**Excerpted data**
· · ·

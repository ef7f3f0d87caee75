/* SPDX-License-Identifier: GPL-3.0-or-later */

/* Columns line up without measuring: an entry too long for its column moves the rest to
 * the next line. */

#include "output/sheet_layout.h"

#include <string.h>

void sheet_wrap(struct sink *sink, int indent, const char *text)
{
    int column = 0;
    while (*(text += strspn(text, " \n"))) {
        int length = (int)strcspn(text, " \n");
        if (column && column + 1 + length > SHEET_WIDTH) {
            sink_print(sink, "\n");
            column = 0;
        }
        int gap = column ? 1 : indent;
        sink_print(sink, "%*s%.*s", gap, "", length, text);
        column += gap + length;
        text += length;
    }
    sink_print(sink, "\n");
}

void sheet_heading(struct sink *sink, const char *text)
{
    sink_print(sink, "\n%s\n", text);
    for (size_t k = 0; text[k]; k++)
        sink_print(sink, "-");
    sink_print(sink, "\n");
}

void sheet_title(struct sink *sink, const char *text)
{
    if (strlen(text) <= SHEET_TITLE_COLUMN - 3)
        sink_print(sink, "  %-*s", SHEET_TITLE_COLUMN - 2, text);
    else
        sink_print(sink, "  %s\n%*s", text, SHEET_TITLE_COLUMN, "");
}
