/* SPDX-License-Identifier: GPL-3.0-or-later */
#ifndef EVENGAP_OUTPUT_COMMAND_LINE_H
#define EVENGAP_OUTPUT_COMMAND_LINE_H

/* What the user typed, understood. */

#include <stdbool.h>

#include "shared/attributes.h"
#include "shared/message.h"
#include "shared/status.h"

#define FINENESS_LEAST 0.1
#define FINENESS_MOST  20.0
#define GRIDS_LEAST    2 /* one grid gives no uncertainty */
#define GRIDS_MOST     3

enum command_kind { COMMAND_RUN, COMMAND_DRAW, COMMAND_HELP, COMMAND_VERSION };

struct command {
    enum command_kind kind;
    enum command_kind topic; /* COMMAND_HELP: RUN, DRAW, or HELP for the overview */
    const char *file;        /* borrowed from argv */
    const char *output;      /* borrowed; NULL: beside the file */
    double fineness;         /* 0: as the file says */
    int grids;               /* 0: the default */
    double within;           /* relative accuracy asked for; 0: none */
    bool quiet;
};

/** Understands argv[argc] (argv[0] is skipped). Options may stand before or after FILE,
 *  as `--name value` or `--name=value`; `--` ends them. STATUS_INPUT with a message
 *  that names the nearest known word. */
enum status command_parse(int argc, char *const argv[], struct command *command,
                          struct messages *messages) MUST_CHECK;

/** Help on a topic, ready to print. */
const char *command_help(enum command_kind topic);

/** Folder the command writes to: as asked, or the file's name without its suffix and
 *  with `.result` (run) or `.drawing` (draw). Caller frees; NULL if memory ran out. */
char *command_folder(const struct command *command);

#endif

· · ·

**Work required**
Your reply should consist of the records, duplicated exactly.

**Task answer**
repository ef7f3f0d87caee75
/* SPDX-License-Identifier: GPL-3.0-or-later */

/* Columns line up without measuring: an entry too long for its column moves the rest to
 * the next line. */

#include "output/sheet_layout.h"

#include <string.h>

void sheet_wrap(struct sink *sink, int indent, const char *text)
{
    int column = 0;
    while (*(text += strspn(text, " \n"))) {
        int length = (int)strcspn(text, " \n");
        if (column && column + 1 + length > SHEET_WIDTH) {
            sink_print(sink, "\n");
            column = 0;
        }
        int gap = column ? 1 : indent;
        sink_print(sink, "%*s%.*s", gap, "", length, text);
        column += gap + length;
        text += length;
    }
    sink_print(sink, "\n");
}

void sheet_heading(struct sink *sink, const char *text)
{
    sink_print(sink, "\n%s\n", text);
    for (size_t k = 0; text[k]; k++)
        sink_print(sink, "-");
    sink_print(sink, "\n");
}

void sheet_title(struct sink *sink, const char *text)
{
    if (strlen(text) <= SHEET_TITLE_COLUMN - 3)
        sink_print(sink, "  %-*s", SHEET_TITLE_COLUMN - 2, text);
    else
        sink_print(sink, "  %s\n%*s", text, SHEET_TITLE_COLUMN, "");
}
/* SPDX-License-Identifier: GPL-3.0-or-later */
#ifndef EVENGAP_OUTPUT_COMMAND_LINE_H
#define EVENGAP_OUTPUT_COMMAND_LINE_H

/* What the user typed, understood. */

#include <stdbool.h>

#include "shared/attributes.h"
#include "shared/message.h"
#include "shared/status.h"

#define FINENESS_LEAST 0.1
#define FINENESS_MOST  20.0
#define GRIDS_LEAST    2 /* one grid gives no uncertainty */
#define GRIDS_MOST     3

enum command_kind { COMMAND_RUN, COMMAND_DRAW, COMMAND_HELP, COMMAND_VERSION };

struct command {
    enum command_kind kind;
    enum command_kind topic; /* COMMAND_HELP: RUN, DRAW, or HELP for the overview */
    const char *file;        /* borrowed from argv */
    const char *output;      /* borrowed; NULL: beside the file */
    double fineness;         /* 0: as the file says */
    int grids;               /* 0: the default */
    double within;           /* relative accuracy asked for; 0: none */
    bool quiet;
};

/** Understands argv[argc] (argv[0] is skipped). Options may stand before or after FILE,
 *  as `--name value` or `--name=value`; `--` ends them. STATUS_INPUT with a message
 *  that names the nearest known word. */
enum status command_parse(int argc, char *const argv[], struct command *command,
                          struct messages *messages) MUST_CHECK;

/** Help on a topic, ready to print. */
const char *command_help(enum command_kind topic);

/** Folder the command writes to: as asked, or the file's name without its suffix and
 *  with `.result` (run) or `.drawing` (draw). Caller frees; NULL if memory ran out. */
char *command_folder(const struct command *command);

#endif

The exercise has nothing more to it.